| Work to complete |
Your response should give back each record exactly, word for word.

| Dataset records |
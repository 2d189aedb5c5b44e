//! A walk from a node along the qubits of an axis, in order of time.

use smallvec::SmallVec;

use crate::circuit::PauliProduct;

use super::timeline::{Direction, NONE, Timeline};

/// Where a walk stands: for every letter of its axis the last node seen there.
pub(super) struct Walk {
    axis: PauliProduct,
    seen: SmallVec<[u32; 2]>,
    direction: Direction,
}

impl Walk {
    /// A walk that starts next to `node`, which acts on all qubits of `axis`.
    pub(super) fn new(node: u32, axis: PauliProduct, direction: Direction) -> Walk {
        Walk {
            seen: SmallVec::from_elem(node, axis.len()),
            axis,
            direction,
        }
    }

    /// The axis as it is where the walk stands.
    pub(super) fn axis(&self) -> &PauliProduct {
        &self.axis
    }

    /// The next node that acts on a qubit of the axis.
    pub(super) fn next(&mut self, timeline: &Timeline) -> Option<u32> {
        let ahead: SmallVec<[u32; 2]> = self
            .axis
            .iter()
            .zip(&self.seen)
            .map(|(&(qubit, _), &seen)| timeline.step(seen, qubit, self.direction))
            .collect();
        let candidates = ahead.iter().copied().filter(|&node| node != NONE);
        let next = match self.direction {
            Direction::Forward => candidates.min(),
            Direction::Backward => candidates.max(),
        }?;
        for (seen, ahead) in self.seen.iter_mut().zip(ahead) {
            if ahead == next {
                *seen = next;
            }
        }
        Some(next)
    }

    /// Goes on with another axis past `node`, the node that changed it.
    pub(super) fn turn(&mut self, axis: PauliProduct, node: u32) {
        if axis == self.axis {
            return;
        }
        self.seen = axis
            .iter()
            .map(|&(qubit, _)| {
                let place = self.axis.iter().position(|&(q, _)| q == qubit);
                place.map_or(node, |place| self.seen[place])
            })
            .collect();
        self.axis = axis;
    }
}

| Response to the exercise |
repository 2d189aedb5c5b44e
//! A walk from a node along the qubits of an axis, in order of time.

use smallvec::SmallVec;

use crate::circuit::PauliProduct;

use super::timeline::{Direction, NONE, Timeline};

/// Where a walk stands: for every letter of its axis the last node seen there.
pub(super) struct Walk {
    axis: PauliProduct,
    seen: SmallVec<[u32; 2]>,
    direction: Direction,
}

impl Walk {
    /// A walk that starts next to `node`, which acts on all qubits of `axis`.
    pub(super) fn new(node: u32, axis: PauliProduct, direction: Direction) -> Walk {
        Walk {
            seen: SmallVec::from_elem(node, axis.len()),
            axis,
            direction,
        }
    }

    /// The axis as it is where the walk stands.
    pub(super) fn axis(&self) -> &PauliProduct {
        &self.axis
    }

    /// The next node that acts on a qubit of the axis.
    pub(super) fn next(&mut self, timeline: &Timeline) -> Option<u32> {
        let ahead: SmallVec<[u32; 2]> = self
            .axis
            .iter()
            .zip(&self.seen)
            .map(|(&(qubit, _), &seen)| timeline.step(seen, qubit, self.direction))
            .collect();
        let candidates = ahead.iter().copied().filter(|&node| node != NONE);
        let next = match self.direction {
            Direction::Forward => candidates.min(),
            Direction::Backward => candidates.max(),
        }?;
        for (seen, ahead) in self.seen.iter_mut().zip(ahead) {
            if ahead == next {
                *seen = next;
            }
        }
        Some(next)
    }

    /// Goes on with another axis past `node`, the node that changed it.
    pub(super) fn turn(&mut self, axis: PauliProduct, node: u32) {
        if axis == self.axis {
            return;
        }
        self.seen = axis
            .iter()
            .map(|&(qubit, _)| {
                let place = self.axis.iter().position(|&(q, _)| q == qubit);
                place.map_or(node, |place| self.seen[place])
            })
            .collect();
        self.axis = axis;
    }
}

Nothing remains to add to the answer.